# Hive 1-week after Install Russian Queen



## Jesus_the_only_way (Mar 17, 2006)

Nice pics. Looks like they are really drawing out some comb.
Tom


----------



## Chef Isaac (Jul 26, 2004)

Avoid pulling the frames too much apart when inserting the queen cage. Take the medal screen off and tie a small sting to hold the cage up so you can quickly pull it out when you want to remove it. this will prevent soo much burr comb.


----------



## okb (Apr 16, 2007)

All the Burr comb was filed with eggs.


----------



## Chef Isaac (Jul 26, 2004)

By al lmeans, keep the burr comb but by the looks of the picture, there was a lot of space inbetween the queen cage so a trick is to take off the medal peice, add the string or nail (bend it of cource). This allows less burr comb.


----------



## Limey (Feb 10, 2007)

You might want to think about using less smoke for such a new package. I always take my smoker, but rarely use it on the new packages.


----------



## paulnewbee1 (Jan 27, 2007)

I have they same problem with burr comb should I take it all out. 

I dont have a smoker did not need it so far and no vail no bites the lord is on my side so far 
Paul


----------



## NW IN Beekeeper (Jun 29, 2005)

*Salvaging wild combs*

An easy fix is to insert a frame without any foundation. 

1. Pull out 2 or 3 frames from either side. 
2. Separate the queen cage gap. 
3. Pull out the queen cage. 
4. In the gap,
A. Spread frames wide enough to insert a frame between combs.
B. Insert a frame without any foundation. 
C. Slide the frame over the wild combs and pinch the gap closed. 
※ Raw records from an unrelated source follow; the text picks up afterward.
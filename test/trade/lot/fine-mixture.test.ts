import { describe, expect, it } from 'vitest';
import { assess } from '../../../src/trade/evidence/assess.ts';
import { beliefOf } from '../../../src/trade/evidence/belief-of.ts';
import { momentsOf } from '../../../src/trade/evidence/grid.ts';
import { startOf } from '../../../src/trade/evidence/start.ts';
import { fineMixture } from '../../../src/trade/lot/fine-mixture.ts';
import { mixture } from '../../../src/trade/lot/mixture.ts';
import { addPieces, emptySums, estimateOf, type Entry } from '../../../src/trade/lot/sums.ts';
import type { MetalId } from '../../../src/trade/metal/metals.ts';
import type { Piece } from '../../../src/trade/piece/piece.ts';
import { subjectOf } from '../../../src/trade/piece/subject.ts';
import { core, reading, water } from '../evidence/some-findings.ts';
import { pieceOf } from '../piece/some-pieces.ts';

const entries = (pieces: readonly Piece[]): Entry[] => pieces.map((piece, at) => ({ piece, key: `p${at}` }));
const of = (pieces: readonly Piece[], metal: MetalId, own = {}, coverage = 0.9) => {
	const all = entries(pieces);
	return fineMixture(all, metal, { estimate: estimateOf(addPieces(emptySums(), all), metal), own, coverage });
};
function subject(piece: Piece) {
	const found = subjectOf(piece);
	if (typeof found === 'string') throw new Error(found);
	return found;
}
const bulkOf = (piece: Piece) => assess(startOf(subject(piece)), piece.evidence?.findings ?? []).bulk;
function tested(piece: Piece, ...findings: Parameters<typeof beliefOf>[1]): Piece {
	return { ...piece, evidence: { build: null, findings, belief: beliefOf(subject(piece), findings), taking: null } };
}

const ring = pieceOf('14k ring 10.00g');
const fork = pieceOf('925 fork 40.00g');

describe('between what and what the fine mass of a lot lies', () => {
	it('one untested ring: its belief before any test, with the reading and the class on top', () => {
		const whole = estimateOf(addPieces(emptySums(), entries([ring])), 'Au');
		const found = fineMixture(entries([ring]), 'Au', { estimate: whole })!;
		expect(found.mean).toBeCloseTo((10 * momentsOf(bulkOf(ring)).mean) / 1000, 9);
		const shared = Object.entries(whole.contributions).flatMap(([source, u]) => (source.startsWith('class:') ? [u] : []));
		// read to a hundredth of a gram, the division unknown: a step of the last digit, at the fineness that was taken
		const u = Math.hypot(...shared, ((0.01 / Math.sqrt(12)) * 14) / 24);
		const byHand = mixture([{ grams: 10, count: 1, bulk: bulkOf(ring) }], { value: 0, u })!;
		expect(shared.length).toBe(1);
		expect(Math.abs(found.u - byHand.u)).toBeLessThan(0.01 * byHand.u);
		expect(Math.abs(found.low - byHand.low)).toBeLessThan(0.05 * (byHand.high - byHand.low));
	});

	it('reaches lower than the interval that takes every piece for what it says', () => {
		const lot = Array.from({ length: 12 }, () => ring);
		const found = of(lot, 'Au')!;
		const whole = estimateOf(addPieces(emptySums(), entries(lot)), 'Au');
		expect(found.mean).toBeLessThan(whole.value);
		expect(found.low).toBeLessThan(0.95 * whole.value);
		expect(found.low).toBeLessThan(found.median);
		expect(found.median).toBeLessThan(found.high);
	});

	it('a core test takes nearly all of that doubt away', () => {
		const before = of([ring], 'Au', {}, 0.98)!;
		const after = of([tested(ring, core(584, { u: 2 }), reading(585, { u: 2 }))], 'Au', {}, 0.98)!;
		expect(after.high - after.low).toBeLessThan((before.high - before.low) / 4);
	});

	it('four pieces of one entry are each by itself while nobody tested them, and one when somebody did', () => {
		const four = pieceOf('14k ring 40.00g x4');
		const apart = of([ring, ring, ring, ring], 'Au')!;
		const together = of([four], 'Au')!;
		expect(together.mean).toBeCloseTo(apart.mean, 9);
		expect(Math.abs(together.low - apart.low)).toBeLessThan(0.01 * (apart.high - apart.low));
		const findings = [reading(580)];
		const asOne = of([tested(four, ...findings)], 'Au')!;
		const bulk = assess(startOf(subject(four)), findings).bulk;
		expect(asOne.mean).toBeCloseTo((40 * momentsOf(bulk).mean) / 1000, 9);
		expect(asOne.u).toBeGreaterThan((40 * momentsOf(bulk).sd) / 1000);
	});

	it('uses the odds of the buyer', () => {
		const sure = of([ring], 'Au', { [ring.origin]: { honest: 1, under: 0, other: 0, layered: 0 } })!;
		const wary = of([ring], 'Au', { [ring.origin]: { honest: 0.5, under: 0, other: 0, layered: 0.5 } })!;
		expect(sure.low).toBeGreaterThan(5.5);
		expect(wary.low).toBeLessThan(1);
		expect(wary.mean).toBeLessThan(0.6 * sure.mean);
	});

	it('takes metal of pieces bought for another metal as it stands, and says nothing where no piece is bought for it', () => {
		const dental: Piece = { ...ring, mark: '', article: 'dental', contents: [...pieceOf('625 dental 10.00g').contents, ...pieceOf('Ag 120 dental 10.00g').contents] };
		expect(of([dental], 'Ag')).toBeNull();
		const silver = of([fork], 'Ag')!;
		const both = of([fork, dental], 'Ag')!;
		expect(both.mean).toBeCloseTo(silver.mean + 1.2, 9);
		expect(of([fork], 'Au')).toBeNull();
		expect(of([], 'Au')).toBeNull();
	});

	it('the order of entries changes nothing', () => {
		const lot = [ring, fork, tested(pieceOf('18k chain 7.50g'), water(14)), pieceOf('10k ring 3.00g x2')];
		const [one, other] = [of(lot, 'Au')!, of([...lot].reverse(), 'Au')!];
		expect(one.low).toBeCloseTo(other.low, 6);
		expect(one.high).toBeCloseTo(other.high, 6);
		expect(one.mean).toBeCloseTo(other.mean, 9);
	});
});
Eventually the bees will secure the wild combs to your frames and it can removed. 

-Jeff


----------



## okb (Apr 16, 2007)

Oh well, its all said and done at this point but we'll make notes for the next time. As for the smoke I dont think any of it ever made it to the bees. I didnt let him hit the inside with it. But godda let the kids play with their new toys right?


----------